§ **Records to process**:
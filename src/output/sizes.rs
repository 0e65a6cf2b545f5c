//! How large the files of one solve may be, and how a map that would be
//! larger is reduced.
//!
//! A solve of a long device on a fine grid holds maps of cells × energies
//! numbers and a scattering self-energy of orbital sites × energies: at
//! 10 000 cells and 10 000 energies each map is 800 MB and the self-energy
//! 2.4 GB, more than anyone opens. By default a solve writes at most
//! [`ResultLimits::DEFAULT_BUDGET_BYTES`]:
//!
//! - each map file (bond_current.npy, bond_current.npz, occupation.npz) at
//!   most an eighth of the budget: a larger map is replaced by **block
//!   means** — blocks of k₀ consecutive positions × k₁ consecutive energies
//!   (the last block of an axis may be shorter), each written value the
//!   mean of its block and each coordinate the mean of the block's
//!   coordinates. A block's mean times its size is the block's sum, so
//!   sums and energy integrals (mean × block width in energy) are kept;
//! - the scattering self-energy (for warm starts) only when it fits in an
//!   eighth of the budget; otherwise it is left out and summary.json says
//!   so;
//! - every figure at most [`ResultLimits::FIGURE_BYTES`] (or a tenth of a
//!   smaller budget): a map's raster image has at most
//!   [`ResultLimits::map_pixels`] pixels, each the mean of the values it
//!   covers.
//!
//! With `full_arrays` every array is written whole.

use ndarray::Array2;

/// Limits on the files of one solve.
#[derive(Clone, Copy, Debug, PartialEq)]
pub struct ResultLimits {
    /// Bytes the arrays and figures of one solve may take together.
    pub budget_bytes: u64,
    /// Write every array whole (maps and self-energy), whatever the budget.
    pub full_arrays: bool,
}

impl Default for ResultLimits {
    fn default() -> Self {
        Self {
            budget_bytes: Self::DEFAULT_BUDGET_BYTES,
            full_arrays: false,
        }
    }
}

impl ResultLimits {
    /// Default budget of one solve: 50 MB.
    pub const DEFAULT_BUDGET_BYTES: u64 = 50_000_000;
    /// Largest figure: 5 MB.
    pub const FIGURE_BYTES: u64 = 5_000_000;
    /// Bytes of SVG besides a map's raster (axes, labels, overlays): an
    /// allowance, generous for the figures drawn here.
    const FIGURE_OVERHEAD_BYTES: u64 = 300_000;

    /// Largest array file: an eighth of the budget.
    pub fn array_bytes(&self) -> u64 {
        self.budget_bytes / 8
    }

    /// Largest figure: [`Self::FIGURE_BYTES`] or a tenth of the budget,
    /// whichever is smaller.
    pub fn figure_bytes(&self) -> u64 {
        Self::FIGURE_BYTES.min(self.budget_bytes / 10)
    }

    /// Most pixels of a map's raster image: an uncompressed PNG takes about
    /// 3 bytes a pixel and base64 makes that 4 in the SVG.
    pub fn map_pixels(&self) -> usize {
        let room = self
            .figure_bytes()
            .saturating_sub(Self::FIGURE_OVERHEAD_BYTES);
        usize::try_from(room / 4).unwrap_or(usize::MAX).max(400)
    }
}

/// A map reduced to block means, with the block sizes along each axis.
#[derive(Clone, Debug, PartialEq)]
pub struct BlockMeans {
    /// The block means (ceil(n₀/k₀) × ceil(n₁/k₁)).
    pub map: Array2<f64>,
    /// Block size along each axis (1 where the axis is kept whole).
    pub blocks: [usize; 2],
}

/// Block sizes (k₀, k₁) so that the reduced map of an n₀ × n₁ map holds at
/// most `max_values` numbers: both axes reduced by about the same factor,
/// the shorter one never below a single block. (1, 1) when it fits.
pub fn block_sizes(shape: [usize; 2], max_values: usize) -> [usize; 2] {
    let [n0, n1] = shape;
    let max_values = max_values.max(1);
    if n0 * n1 <= max_values {
        return [1, 1];
    }
    let ratio = (n0 * n1) as f64 / max_values as f64;
    let mut k0 = (ratio.sqrt().ceil() as usize).clamp(1, n0.max(1));
    let mut k1 = ((ratio / k0 as f64).ceil() as usize).clamp(1, n1.max(1));
    while n0.div_ceil(k0) * n1.div_ceil(k1) > max_values {
        if k1 < n1 {
            k1 += 1;
        } else if k0 < n0 {
            k0 += 1;
        } else {
            break;
        }
    }
    [k0, k1]
}

/// The means of the blocks of `blocks[0]` × `blocks[1]` values of `map`
/// (the last block of an axis may be shorter; its mean is over the values
/// it has). NaN values make their block's mean NaN.
pub fn block_means(map: &Array2<f64>, blocks: [usize; 2]) -> BlockMeans {
    if blocks.map(|k| k.max(1)) == [1, 1] {
        // The map itself, bit for bit (−0.0 stays −0.0).
        return BlockMeans {
            map: map.clone(),
            blocks: [1, 1],
        };
    }
    let (n0, n1) = map.dim();
    block_means_of([n0, n1], blocks, |i, j| map[(i, j)])
}

/// [`block_means`] of an n₀ × n₁ map given value by value, `value(i, j)`,
/// without storing it: the rows of blocks in parallel. Each block is
/// summed over its rows in order and over each row's values in order, the
/// order of a serial pass over the map in row-major order, so the means
/// are the same bits as [`block_means`] of the stored map gives.
pub fn block_means_of(
    shape: [usize; 2],
    blocks: [usize; 2],
    value: impl Fn(usize, usize) -> f64 + Sync,
) -> BlockMeans {
    use rayon::prelude::*;
    let [n0, n1] = shape;
    let [k0, k1] = [blocks[0].max(1), blocks[1].max(1)];
    let (m0, m1) = (n0.div_ceil(k0), n1.div_ceil(k1));
    let mut out = Array2::zeros((m0, m1));
    let Some(flat) = out.as_slice_mut().filter(|_| m1 > 0) else {
        return BlockMeans {
            map: out,
            blocks: [k0, k1],
        };
    };
    flat.par_chunks_mut(m1).enumerate().for_each(|(bi, row)| {
        let rows = bi * k0..(bi * k0 + k0).min(n0);
        // Block by block: a block's k₀ × k₁ values are read close together.
        for (bj, v) in row.iter_mut().enumerate() {
            let cols = bj * k1..(bj * k1 + k1).min(n1);
            for i in rows.clone() {
                for j in cols.clone() {
                    *v += value(i, j);
                }
            }
            *v /= (rows.len() * cols.len()) as f64;
        }
    });
    BlockMeans {
        map: out,
        blocks: [k0, k1],
    }
}

/// The means of consecutive blocks of `k` values (the last may be shorter).
pub fn axis_means(values: &[f64], k: usize) -> Vec<f64> {
    if k <= 1 {
        return values.to_vec();
    }
    values
        .chunks(k.max(1))
        .map(|c| c.iter().sum::<f64>() / c.len() as f64)
        .collect()
}

#[cfg(test)]
mod tests {
    use super::*;

    #[test]
    fn block_means_of_values_give_the_bits_of_a_serial_pass() {
        // Magnitudes over many decades, so that another order of the sums
        // would show in the last bits.
        let map = Array2::from_shape_fn((103, 251), |(i, j)| {
            let x = ((i * 251 + j) as f64 * 0.754_877_666).fract();
            (x - 0.4) * 10f64.powi((j % 11) as i32 - 5)
        });
        for blocks in [[3, 4], [7, 1], [1, 9], [103, 251], [50, 200]] {
            // The serial pass block_means used to make: every value added
            // to its block in row-major order.
            let (m0, m1) = (103usize.div_ceil(blocks[0]), 251usize.div_ceil(blocks[1]));
            let mut want = Array2::<f64>::zeros((m0, m1));
            for ((i, j), v) in map.indexed_iter() {
                want[(i / blocks[0], j / blocks[1])] += v;
            }
            for ((bi, bj), v) in want.indexed_iter_mut() {
                let rows = blocks[0].min(103 - bi * blocks[0]);
                let cols = blocks[1].min(251 - bj * blocks[1]);
                *v /= (rows * cols) as f64;
            }
            for got in [
                block_means(&map, blocks).map,
                block_means_of([103, 251], blocks, |i, j| map[(i, j)]).map,
            ] {
                assert_eq!(got.dim(), want.dim());
                assert!(
                    got.iter()
                        .zip(&want)
                        .all(|(a, b)| a.to_bits() == b.to_bits())
                );
            }
        }
    }

    #[test]
    fn block_means_keep_the_sum_of_every_block() {
        let map = Array2::from_shape_fn((7, 10), |(i, j)| (i * 10 + j) as f64 * 0.37 - 3.0);
        let r = block_means(&map, [3, 4]);
        assert_eq!(r.map.dim(), (3, 3));
        // Σ mean × block size = Σ of the map.
        let mut total = 0.0;
        for ((bi, bj), v) in r.map.indexed_iter() {
            total += v * ((3.min(7 - 3 * bi)) * (4.min(10 - 4 * bj))) as f64;
        }
        let want: f64 = map.iter().sum();
        assert!((total - want).abs() < 1e-12 * want.abs().max(1.0));
        // A block held whole: the mean of its 12 values.
        let first: f64 = map.slice(ndarray::s![0..3, 0..4]).iter().sum::<f64>() / 12.0;
        assert!((r.map[(0, 0)] - first).abs() < 1e-13);
        // The last, shorter block: 1 × 2 values.
        let last = (map[(6, 8)] + map[(6, 9)]) / 2.0;
        assert!((r.map[(2, 2)] - last).abs() < 1e-13);
    }

    #[test]
    fn block_sizes_fit_the_limit_and_leave_small_maps_alone() {
        assert_eq!(block_sizes([10, 20], 200), [1, 1]);
        for (shape, max) in [
            ([9_999, 10_001], 781_250),
            ([3, 100_000], 1_000),
            ([100_000, 2], 500),
        ] {
            let [k0, k1] = block_sizes(shape, max);
            let kept = shape[0].div_ceil(k0) * shape[1].div_ceil(k1);
            assert!(kept <= max, "{shape:?} {max}: {k0}×{k1} keeps {kept}");
            // Not reduced much further than needed.
            assert!(
                kept * 4 > max,
                "{shape:?} {max}: {k0}×{k1} keeps only {kept}"
            );
        }
    }

    #[test]
    fn a_smaller_budget_allows_smaller_figures() {
        let big = ResultLimits::default();
        assert_eq!(big.figure_bytes(), ResultLimits::FIGURE_BYTES);
        assert!(4 * big.map_pixels() as u64 <= ResultLimits::FIGURE_BYTES);
        let small = ResultLimits {
            budget_bytes: 8_000_000,
            ..big
        };
        assert_eq!(small.figure_bytes(), 800_000);
        assert_eq!(small.array_bytes(), 1_000_000);
        assert!(small.map_pixels() < big.map_pixels());
    }
}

§ **Action item**:
For this exercise, please output exactly the lines above starting at the line with "is written whole." and ending at the line with "labels, overlays): an", ends included.

§ **Output below**:
//! With `full_arrays` every array is written whole.

use ndarray::Array2;

/// Limits on the files of one solve.
#[derive(Clone, Copy, Debug, PartialEq)]
pub struct ResultLimits {
    /// Bytes the arrays and figures of one solve may take together.
    pub budget_bytes: u64,
    /// Write every array whole (maps and self-energy), whatever the budget.
    pub full_arrays: bool,
}

impl Default for ResultLimits {
    fn default() -> Self {
        Self {
            budget_bytes: Self::DEFAULT_BUDGET_BYTES,
            full_arrays: false,
        }
    }
}

impl ResultLimits {
    /// Default budget of one solve: 50 MB.
    pub const DEFAULT_BUDGET_BYTES: u64 = 50_000_000;
    /// Largest figure: 5 MB.
    pub const FIGURE_BYTES: u64 = 5_000_000;
    /// Bytes of SVG besides a map's raster (axes, labels, overlays): an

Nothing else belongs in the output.